Look for the word "eEdD" in the data below, and copy every line that holds it.

(Records from a data source)
++++
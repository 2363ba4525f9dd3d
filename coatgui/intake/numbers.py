"""Numbers as people and machines write them: decimal sign, thousands, exponents."""

from __future__ import annotations

import re
from collections.abc import Callable, Iterable
from dataclasses import dataclass
from functools import cache

from coatgui.intake.errors import Unclear

# What may stand between groups of three digits, besides the comma or point that is not the
# decimal sign: apostrophes and blanks.
_GAPS = "'’ \u00a0\u2009\u202f"
_EXPONENT = r"(?:[eEdD][+\-−]?\d{1,4})?"
_NUMERIC = re.compile(rf"[+\-−]?[\d.,](?:[\d.,{_GAPS}]*[\d.,])?{_EXPONENT}")
_ODD_MINUS = str.maketrans({"−": "-", "D": "e", "d": "e"})


@dataclass(frozen=True, slots=True)
class Style:
    """`thousands` is what stands between groups of three digits, "" where nothing does."""

    decimal_sign: str = "."
    thousands: str = ""


@cache
def _pattern(style: Style) -> re.Pattern[str]:
    point = re.escape(style.decimal_sign)
    whole = r"\d+"
    if style.thousands:
        whole = rf"(?:\d{{1,3}}(?:{re.escape(style.thousands)}\d{{3}})+|\d+)"
    return re.compile(rf"[+\-−]?(?:{whole}(?:{point}\d*)?|{point}\d+){_EXPONENT}")


def number_reader(style: Style) -> Callable[[str], float | None]:
    """A function that gives the number in a cell, or None where it holds none. Numbers may overflow
    to infinity."""
    match = _pattern(style).fullmatch
    thousands, comma = style.thousands, style.decimal_sign == ","

    def read(cell: str) -> float | None:
        if not match(cell):
            return None
        if thousands:
            cell = cell.replace(thousands, "")
        if comma:
            cell = cell.replace(",", ".")
        try:
            return float(cell)
        except ValueError:
            return float(cell.translate(_ODD_MINUS))

    return read


@cache
def line_pattern(style: Style, delimiter: str) -> re.Pattern[str]:
    """Lines of nothing but numbers of a style, parted by a delimiter ("" for blanks)."""
    one = rf"\s*{_pattern(style).pattern}\s*"
    between = re.escape(delimiter) if delimiter else r"\s"
    return re.compile(rf"{one}(?:{between}{one})+")


def number(cell: str, style: Style) -> float | None:
    """The number in one cell; see `number_reader`."""
    return number_reader(style)(cell)


def looks_numeric(cell: str) -> bool:
    """Whether a cell is a number in some style."""
    return bool(_NUMERIC.fullmatch(cell))


def style_of(cells: Iterable[str], told: str = "") -> Style | None:
    """The style in which all of these numeric cells are written, None where there is none.

    A sign followed by other than three digits, or after more than three, is a decimal sign; one
    that comes twice parts thousands. `told` is a decimal sign that is known. Raises Unclear where
    "1,234" could be either.
    """
    decimal: set[str] = {told} if told else set()
    thousands: set[str] = set()
    unsure: set[str] = set()
    plain_thousands = False
    for cell in cells:
        body = re.split("[eEdD]", cell.lstrip("+-−"), maxsplit=1)
        digits = body[0]
        signs = [c for c in digits if c in ".,"]
        gaps = {c for c in digits if c in _GAPS}
        thousands |= gaps
        if not signs:
            plain_thousands |= len(digits) >= 4 and not gaps
            continue
        if len(set(signs)) == 2:
            decimal.add(signs[-1])
            thousands.add(signs[0])
        elif len(signs) > 1:
            thousands.add(signs[0])
        else:
            left, right = digits.split(signs[0])
            sure = bool(gaps) or len(body) > 1 or len(right) != 3
            sure |= not 1 <= len(left) <= 3 or left.startswith("0")
            (decimal if sure else unsure).add(signs[0])
            plain_thousands |= sure and len(left) >= 4 and not gaps
    marks = thousands & {".", ","}
    if not decimal and marks:
        decimal = {",", "."} - marks
    if not decimal and len(unsure) == 1 and plain_thousands:
        decimal = set(unsure)  # elsewhere thousands stand unparted, so this is no such sign
    if not decimal and not unsure:
        decimal = {"."}
    if not decimal:
        raise Unclear(
            "The numbers could be thousands or decimals, like 1,234: say which the decimal sign is."
        )
    if len(decimal) > 1 or len(thousands) > 1 or decimal & thousands:
        return None
    parted = thousands | (unsure - decimal)
    if len(parted) > 1:
        return None
    if parted and not thousands and plain_thousands:
        raise Unclear(
            "Some numbers seem to have parted thousands and others not: say which the decimal "
            "sign is."
        )
    return Style(decimal.pop(), parted.pop() if parted else "")
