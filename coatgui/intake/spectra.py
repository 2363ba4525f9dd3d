"""From a table to spectra: sign of the imaginary part, stacked exposure times, several panels."""

from __future__ import annotations

from dataclasses import dataclass

import numpy as np

from coatgui.intake.decode import Unreadable
from coatgui.intake.table import Table
from coatgui.records import ComplexArray, Dialect, FloatArray, Spectrum

_FEWEST_POINTS = 5


@dataclass(frozen=True)
class Piece:
    """One spectrum of a file; `exposure_h` and `panel` where the file itself names them."""

    spectrum: Spectrum
    part: str
    exposure_h: float | None
    panel: str
    dialect: Dialect


def pieces(table: Table, encoding: str, delimiter: str, decimal_sign: str) -> list[Piece]:
    """All spectra of a table. Raises Unreadable."""
    frequency = table.values("frequency")
    if frequency is None:
        omega = table.values("angular_frequency")
        assert omega is not None
        frequency = omega / (2.0 * np.pi)
    usable = np.isfinite(frequency) & (frequency > 0)
    if not usable.all():
        line = table.lines[int(np.argmin(usable))]
        raise Unreadable(
            f"Line {line}: the frequency is not a positive number; correct or remove the line."
        )
    impedance, remarks = _impedance(table)
    # Zero is what an instrument writes for a point that it did not measure.
    usable = np.isfinite(impedance) & (impedance != 0)
    if not usable.all():
        line = table.lines[int(np.argmin(usable))]
        raise Unreadable(
            f"Line {line}: the impedance is zero or not a finite number, so this point was not "
            "measured; correct or remove the line."
        )
    groups = _groups(table)
    result = []
    for (hours, panel), rows in groups.items():
        if rows.size < _FEWEST_POINTS:
            where = f" of {hours:g} h" if hours is not None else ""
            raise Unreadable(
                f"The spectrum{where} has only {rows.size} points: at least {_FEWEST_POINTS} are "
                "needed."
            )
        words = [f"{hours:g} h"] if hours is not None and len(groups) > 1 else []
        if panel and len({key[1] for key in groups}) > 1:
            words.insert(0, panel)
        own = frequency[rows]
        dialect = Dialect(
            encoding,
            delimiter,
            decimal_sign,
            table.first_line,
            table.columns,
            bool(own[0] < own[-1]),
            (*table.remarks, *remarks),
        )
        spectrum = Spectrum(own, impedance[rows])
        result.append(Piece(spectrum, ", ".join(words), hours, panel, dialect))
    return result


def _groups(table: Table) -> dict[tuple[float | None, str], np.ndarray]:
    """Rows of each exposure time and panel, in the order they come."""
    hours = table.values("time")
    if hours is not None and np.unique(hours).size > max(1, hours.size // _FEWEST_POINTS):
        hours = None  # a clock that runs through the sweep, not an exposure time
    place = table.place("panel")
    labels = table.words.get(place, ()) if place is not None else ()
    size = table.numbers.shape[0]
    keys = [
        (None if hours is None else float(hours[i]), labels[i] if labels else "")
        for i in range(size)
    ]
    found: dict[tuple[float | None, str], list[int]] = {}
    for i, key in enumerate(keys):
        found.setdefault(key, []).append(i)
    return {key: np.array(rows) for key, rows in found.items()}


def _impedance(table: Table) -> tuple[ComplexArray, list[str]]:
    """Impedance (R,) with a capacitor's imaginary part negative, and what was done for it."""
    real, imaginary = table.values("real"), table.values("imaginary")
    if real is not None and imaginary is not None:
        column = next(c for c in table.columns if c.role == "imaginary")
        told = column.factor < 0
        turned, remarks = _turned(imaginary, told, "imaginary part")
        return real + 1j * turned, remarks
    modulus, phase = table.values("modulus"), table.values("phase")
    assert modulus is not None
    assert phase is not None
    column = next(c for c in table.columns if c.role == "phase")
    remarks = []
    if not column.unit:
        degrees = bool(np.abs(phase).max() > 3.2)
        remarks.append(
            f"The heading of the phase names no unit; its size says "
            f"{'degrees' if degrees else 'radians'}."
        )
        phase = np.deg2rad(phase) if degrees else phase
    turned, more = _turned(phase, column.factor < 0, "phase")
    return np.asarray(modulus * np.exp(1j * turned), dtype=np.complex128), remarks + more


def _turned(values: FloatArray, told: bool, name: str) -> tuple[FloatArray, list[str]]:
    """The sign that makes a panel capacitive: a coated panel's points are so, nearly all of them,
    so where most are not, the file counts the other way round. A few points of the other sign in
    a spectrum are kept as measured."""
    if np.median(np.sign(values)) > 0:
        how = "against its heading " if told else ""
        return -values, [f"The {name} is counted {how}with the opposite sign and was turned."]
    return values, []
++++
Response below:
_EXPONENT = r"(?:[eEdD][+\-−]?\d{1,4})?"
        body = re.split("[eEdD]", cell.lstrip("+-−"), maxsplit=1)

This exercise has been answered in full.